Hoffe das das so passt, den ich kann dies auf keinen Fall, daher werde ich es in der Jobbörse posten.


----------



## Tomate_Salat (19. Jul 2010)

Hier stellt sich die Frage: Hast du einen Webspace oder einen richtigen (v)server zur verfügung? Auf Webspace's kannst du i.d.R keine Programme ausführen. D.h. du müsstest dann den Bot von deinem Rechner aus laufen lassen. Problematik: wenn dein Rechner aus ist, sind die bots off ;-). Und beim einschalten immer daran denken, die Bots wieder in den Chat zu lassen.

Wenn das Programm letztenendes auf deinem Rechner läuft, brauchst du sicherlich keine webbasierende Administrationsoberfläche, was das Programm schonmal vom Preislichen her herabstuft.

Solltest vllt auch schreiben, dass man von dem Programm aus mehr als einen Bot setzen kann, sonst haste das zum Schluss wenns dumm läuft 15 offen ;-)

MFG

Tomate_Salat


----------



## dana_de (19. Jul 2010)

Ich habe bei STRATO die Domain mit Webhosting gekauft. Denke mal das ich da keinen Server habe. Nur das übliche wie eMail, mySQL, FTP-Zugang, Livepages (5) und Speicherplatz. Server bieten die auch an, müßte ich evtl einen dazunehmen. 

Aber da auf meiner Seite auch ein WebRadio läuft und das Streaming von einem PC von mir läuft denke ich das ich das auch von diesem PC aus machen kann. zumindest für den Anfang.


----------



## Tomate_Salat (19. Jul 2010)

nein, da bezweifel cih, dass du dort Programme laufen lassen kannst. Natürlich kannst du die Bots auch von deinem Rechner aus laufen lassen. Ich habe einen vServer bei 1&1 und der ist eigentl. recht günstig (kostet glaub 9,99€). Aber ich will dich jz nicht zu einem Verkauf überreden oder so ^^. 

Also wie gesagt: wennde dich an die Jobbörse damit, da findet sich bestimmt jmd der dir das Programmiert


----------



## Tomate_Salat (19. Jul 2010)

wie bescheuert ist das denn:


> may connect to any premium (Professional, Professional PLUS, or Enterprise)


aber sie suchen Leute die für Sie bots schreiben -.-. Da darf man also noch Geld ausgeben um seinen Bot zu entwickeln oO. Bin mal gespannt ob ich einen developer-chat finde.

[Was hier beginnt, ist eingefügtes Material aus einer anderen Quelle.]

"""The life-safety cautions shown where a user acts on a result, and printed on every PDF.

References
----------
Common practice of the trade; codes named as examples: NFPA 101 and NFPA 70
(US), BS 5266-1, EN 1838 and EN 50172 (UK and Europe).
"""

from __future__ import annotations

STAYS_LIVE = (
    "Battery-backed luminaires stay live after the mains is isolated: isolate the supply "
    "AND unplug the pack before working on the fixture."
)
LAMP_VOLTAGE = (
    "Emergency modules put several hundred volts on the lamp terminals, in emergency mode "
    "and during tests: treat the lamp circuit as live."
)
CADMIUM = (
    "Nickel-cadmium packs contain cadmium: do not put them in general waste; recycle them as "
    "the local rules require."
)
QUALIFIED_PERSON = (
    "Emergency lighting is life-safety equipment. The design must be checked, and the work done "
    "and certified, by a qualified person under the codes that apply locally (for example "
    "NFPA 101 and NFPA 70 in the US, BS 5266-1, EN 1838 and EN 50172 in the UK and Europe). "
    "This tool's results support that judgement; they do not replace it."
)

CAUTIONS: tuple[str, ...] = (STAYS_LIVE, LAMP_VOLTAGE, CADMIUM, QUALIFIED_PERSON)
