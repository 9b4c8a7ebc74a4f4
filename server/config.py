"""Settings, read from the environment (and a .env file) by pydantic-settings.

Every setting is documented in DEVELOPERS.md; a test checks that.
"""

from __future__ import annotations

import secrets
from enum import StrEnum
from functools import lru_cache
from pathlib import Path

from pydantic import Field, model_validator
from pydantic_settings import BaseSettings, SettingsConfigDict

VAR_DIR = Path("var")


class Mode(StrEnum):
    DEVELOPMENT = "development"
    PRODUCTION = "production"
    TEST = "test"


class Settings(BaseSettings):
    """The planner's settings. Names are the environment variables, upper-cased."""

    model_config = SettingsConfigDict(env_file=".env", extra="ignore")

    mode: Mode = Mode.DEVELOPMENT
    database_url: str = Field(default=f"sqlite:///{VAR_DIR}/planner.sqlite3")
    secret_key: str = ""
    session_max_age_s: int = 12 * 3600
    token_max_age_s: int = 12 * 3600
    sqlite_busy_timeout_ms: int = 5000
    upload_max_bytes: int = 5 * 1024 * 1024
    signin_attempts_per_15min: int = 10
    public_base_url: str = "http://127.0.0.1:8000"

    @model_validator(mode="after")
    def _secret_key_present(self) -> Settings:
        if not self.secret_key:
            if self.mode is Mode.PRODUCTION:
                raise ValueError(
                    "SECRET_KEY must be set in production mode (a long random string; "
                    "keep it the same on every instance)"
                )
            self.secret_key = _development_secret()
        return self

    @property
    def is_sqlite(self) -> bool:
        return self.database_url.startswith("sqlite")


def _development_secret() -> str:
    """A secret kept in ./var/ so development sessions survive restarts."""
    path = VAR_DIR / "secret_key"
    if path.exists():
        return path.read_text().strip()
    VAR_DIR.mkdir(parents=True, exist_ok=True)
    key = secrets.token_urlsafe(48)
    path.write_text(key)
    path.chmod(0o600)
    return key


@lru_cache
def get_settings() -> Settings:
    return Settings()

... schlussfolgernd heist das für den TO: sofern du keine kohle für den Chat ausgibst, kannst du das vergessen. Der Bot bekommt einfach einen DC(Disconnect) und weg ist er.

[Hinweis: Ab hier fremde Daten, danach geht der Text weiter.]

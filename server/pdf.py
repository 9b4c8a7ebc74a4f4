"""The planner's PDF base: fonts, page frame, styles, the cautions box, escaping.

Every PDF the planner prints (quotes, work orders, the log book) is built the
same way, so that each carries the same frame and the same safety texts:

>>> frame = PageFrame(title="Work order", reference="WO-2027-0001",
...                   building="North block", organisation="Firm", paper_size="A4")
>>> story = [heading("Before you start"), cautions_box(CAUTIONS), para(user_note)]
>>> pdf_bytes = build_pdf(story, frame)

- :func:`build_pdf` lays out a platypus story on A4 or US Letter (the
  organisation's ``paper_size``), with the reference and the building at the
  top of every page and "Page X of Y" at the bottom, in one layout pass.
- :func:`para` is the only way user text reaches a Paragraph: it escapes
  ``<``, ``>`` and ``&`` (:func:`escape`), so a note of ``<b>&</para>`` prints
  as typed. Pass ``markup=True`` only for text the program wrote itself.
- :func:`cautions_box` frames the life-safety cautions (``server.safety``).
- :data:`STYLES` holds the few paragraph styles (``body``, ``small``,
  ``cell``, ``cell_bold``, ``heading``, ``title``, ``caution``).

Body text is DejaVu Sans (Debian ``fonts-dejavu-core``): the base-14 fonts
lack many accented letters and the ballot-box glyphs the forms use.
"""

from __future__ import annotations

from collections.abc import Iterable, Sequence
from dataclasses import dataclass
from io import BytesIO
from pathlib import Path
from typing import Any
from xml.sax.saxutils import escape as _xml_escape

from reportlab.lib import colors
from reportlab.lib.pagesizes import A4, LETTER
from reportlab.lib.styles import ParagraphStyle
from reportlab.lib.units import mm
from reportlab.pdfbase import pdfmetrics
from reportlab.pdfbase.ttfonts import TTFont
from reportlab.pdfgen.canvas import Canvas
from reportlab.platypus import Flowable, Paragraph, SimpleDocTemplate, Table, TableStyle

FONT_DIR = Path("/usr/share/fonts/truetype/dejavu")
FONT = "DejaVuSans"
FONT_BOLD = "DejaVuSans-Bold"
FONT_CONDENSED = "DejaVuSansCondensed"
FONT_CONDENSED_BOLD = "DejaVuSansCondensed-Bold"

PAPER_SIZES: dict[str, tuple[float, float]] = {"A4": A4, "Letter": LETTER}
MARGIN_PT = 15 * mm
HEADER_PT = 9 * mm  # room above the frame for the running header

INK = colors.HexColor("#1d2430")
MUTED = colors.HexColor("#5a6472")
RULE = colors.HexColor("#b9c0ca")
CAUTION_FILL = colors.HexColor("#fff4d6")
CAUTION_EDGE = colors.HexColor("#b26b00")
TICK_BOX = "\u2610"  # ☐, drawn in DejaVu Sans


def _register_fonts() -> None:
    for name, file in (
        (FONT, "DejaVuSans.ttf"),
        (FONT_BOLD, "DejaVuSans-Bold.ttf"),
        (FONT_CONDENSED, "DejaVuSansCondensed.ttf"),
        (FONT_CONDENSED_BOLD, "DejaVuSansCondensed-Bold.ttf"),
    ):
        if name not in pdfmetrics.getRegisteredFontNames():
            pdfmetrics.registerFont(TTFont(name, str(FONT_DIR / file)))
    pdfmetrics.registerFontFamily(FONT, normal=FONT, bold=FONT_BOLD, italic=FONT, boldItalic=FONT)
    pdfmetrics.registerFontFamily(
        FONT_CONDENSED,
        normal=FONT_CONDENSED,
        bold=FONT_CONDENSED_BOLD,
        italic=FONT_CONDENSED,
        boldItalic=FONT_CONDENSED_BOLD,
    )


_register_fonts()


def _style(name: str, **values: Any) -> ParagraphStyle:
    base: dict[str, Any] = {"fontName": FONT, "fontSize": 9, "leading": 11.5, "textColor": INK}
    return ParagraphStyle(name, **{**base, **values})


STYLES: dict[str, ParagraphStyle] = {
    "title": _style("title", fontName=FONT_BOLD, fontSize=16, leading=20, spaceAfter=2 * mm),
    "heading": _style(
        "heading",
        fontName=FONT_BOLD,
        fontSize=11,
        leading=14,
        spaceBefore=3 * mm,
        spaceAfter=1 * mm,
    ),
    "body": _style("body", spaceAfter=1.2 * mm),
    "small": _style("small", fontSize=7.5, leading=9.5, textColor=MUTED),
    "cell": _style("cell", fontName=FONT_CONDENSED, fontSize=7.5, leading=9.2),
    "cell_bold": _style("cell_bold", fontName=FONT_CONDENSED_BOLD, fontSize=8, leading=9.8),
    "cell_right": _style(
        "cell_right", fontName=FONT_CONDENSED, fontSize=8, leading=9.8, alignment=2
    ),
    "tick": _style("tick", fontSize=13, leading=14),
    "caution": _style("caution", fontSize=8.5, leading=11, leftIndent=9, bulletIndent=0),
    "caution_title": _style("caution_title", fontName=FONT_BOLD, fontSize=10, leading=13),
}


def escape(text: object) -> str:
    """User text made safe for a Paragraph: ``<``, ``>`` and ``&`` escaped, newlines kept."""
    return _xml_escape(str(text)).replace("\r\n", "\n").replace("\n", "<br/>")


def para(text: object, style: str = "body", *, markup: bool = False) -> Paragraph:
    """A Paragraph of ``text`` in one of :data:`STYLES`.

    ``text`` is escaped unless ``markup`` is true; only text the program
    composed itself (its own ``<b>`` around escaped values) may set it.
    """
    return Paragraph(str(text) if markup else escape(text), STYLES[style])


def heading(text: object) -> Paragraph:
    return para(text, "heading")


def bold(text: object) -> str:
    """Escaped ``text`` in bold, as markup for :func:`para` with ``markup=True``."""
    return f"<b>{escape(text)}</b>"


def cautions_box(
    cautions: Iterable[str], *, title: str = "Safety first", width_pt: float | None = None
) -> Table:
    """A framed box of cautions, one bullet each, under a bold title."""
    rows: list[list[Flowable]] = [[para(f"\u26a0 {escape(title)}", "caution_title", markup=True)]]
    rows += [[Paragraph(escape(text), STYLES["caution"], bulletText="\u2022")] for text in cautions]
    box = Table(rows, colWidths=[width_pt] if width_pt else None, hAlign="LEFT")
    box.setStyle(
        TableStyle(
            [
                ("BACKGROUND", (0, 0), (-1, -1), CAUTION_FILL),
                ("BOX", (0, 0), (-1, -1), 1.5, CAUTION_EDGE),
                ("LEFTPADDING", (0, 0), (-1, -1), 7),
                ("RIGHTPADDING", (0, 0), (-1, -1), 7),
                ("TOPPADDING", (0, 0), (-1, -1), 2),
                ("BOTTOMPADDING", (0, 0), (-1, -1), 2),
                ("TOPPADDING", (0, 0), (-1, 0), 5),
                ("BOTTOMPADDING", (0, -1), (-1, -1), 6),
            ]
        )
    )
    return box


@dataclass(frozen=True, slots=True)
class PageFrame:
    """What every page of one document shows around its content."""

    title: str  # "Quote", "Work order", "Log book"
    reference: str  # the document's number
    building: str
    organisation: str
    paper_size: str = "A4"  # Organisation.paper_size: "A4" or "Letter"

    @property
    def page_size(self) -> tuple[float, float]:
        return PAPER_SIZES.get(self.paper_size, A4)

    @property
    def content_width_pt(self) -> float:
        return self.page_size[0] - 2 * MARGIN_PT


def _framed_canvas(frame: PageFrame) -> type[Canvas]:
    """A canvas that draws the header and "Page X of Y" once the page count is known.

    Pages are kept as they are laid out and stamped at ``save()``, so one
    layout pass is enough (a two-pass build would double the time of a
    long work order).
    """
    header = f"{frame.title} {frame.reference} \u00b7 {frame.building}"

    class FramedCanvas(Canvas):
        def __init__(self, *args: Any, **kwargs: Any) -> None:
            super().__init__(*args, **kwargs)
            self._pages: list[dict[str, Any]] = []

        def showPage(self) -> None:  # noqa: N802 - reportlab's name
            self._pages.append(dict(self.__dict__))
            self._startPage()

        def save(self) -> None:
            total = len(self._pages)
            for number, state in enumerate(self._pages, start=1):
                self.__dict__.update(state)
                self._stamp(number, total)
                Canvas.showPage(self)
            Canvas.save(self)

        def _stamp(self, number: int, total: int) -> None:
            width, height = frame.page_size
            top = height - MARGIN_PT + 2 * mm
            self.saveState()
            self.setFillColor(MUTED)
            self.setFont(FONT, 7.5)
            self.drawString(MARGIN_PT, top, _fit(self, header, width - 2 * MARGIN_PT - 50 * mm))
            self.drawRightString(width - MARGIN_PT, top, frame.organisation[:60])
            self.setStrokeColor(RULE)
            self.setLineWidth(0.5)
            self.line(MARGIN_PT, top - 1.5 * mm, width - MARGIN_PT, top - 1.5 * mm)
            self.line(MARGIN_PT, MARGIN_PT - 3 * mm, width - MARGIN_PT, MARGIN_PT - 3 * mm)
            self.drawString(MARGIN_PT, MARGIN_PT - 7 * mm, _fit(self, header, width / 2))
            self.drawRightString(width - MARGIN_PT, MARGIN_PT - 7 * mm, f"Page {number} of {total}")
            self.restoreState()

    return FramedCanvas


def _fit(canvas: Canvas, text: str, width_pt: float) -> str:
    """``text`` cut with an ellipsis to fit ``width_pt`` in the header font."""
    if canvas.stringWidth(text, FONT, 7.5) <= width_pt:
        return text
    while text and canvas.stringWidth(text + "\u2026", FONT, 7.5) > width_pt:
        text = text[:-1]
    return text + "\u2026"


def build_pdf(story: Sequence[Flowable], frame: PageFrame) -> bytes:
    """Lay out ``story`` in ``frame``'s page size and frame; the PDF's bytes."""
    buffer = BytesIO()
    document = SimpleDocTemplate(
        buffer,
        pagesize=frame.page_size,
        leftMargin=MARGIN_PT,
        rightMargin=MARGIN_PT,
        topMargin=MARGIN_PT + HEADER_PT - 4 * mm,
        bottomMargin=MARGIN_PT,
        title=f"{frame.title} {frame.reference}",
        author=frame.organisation,
        subject=frame.building,
    )
    document.build(list(story), canvasmaker=_framed_canvas(frame))
    return buffer.getvalue()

*Edit:* Ja ok, hab mir einfach mal die Daten von deren Demo-Chat geholt da funst es was ich will


----------



## dana_de (19. Jul 2010)

Tomate_Salat hat gesagt.:


> wie bescheuert ist das denn:
> 
> aber sie suchen Leute die für Sie bots schreiben -.-. Da darf man also noch Geld ausgeben um seinen Bot zu entwickeln oO. Bin mal gespannt ob ich einen developer-chat finde.
> 
> ... schlussfolgernd heist das für den TO: sofern du keine kohle für den Chat ausgibst, kannst du das vergessen. Der Bot bekommt einfach einen DC(Disconnect) und weg ist er.



kampier ich jetzt gar nicht..........??! ich habe doch den enterprice25.


----------



## Tomate_Salat (19. Jul 2010)

ganz einfach: Hast du die Freeware-version des Chates, dann laufen bei dir keine Bots.


----------



## dana_de (19. Jul 2010)

Tomate_Salat hat gesagt.:


> ganz einfach: Hast du die Freeware-version des Chates, dann laufen bei dir keine Bots.



ich habe den enterprice25 also müsste es laufen.


----------



## alex8686 (12. Sep 2011)

hallo, bei interrese PN. entwickel zur zeit einige bots die auch die rauswerf funktion übernehmen können.

mfg alex


----------



## Antoras (12. Sep 2011)

Hast du auf das Datum geguckt?


----------



## alex8686 (12. Sep 2011)

ups über n jahr her , naja bin durch google auf dem beitrag gestoßen^^:lol:


----------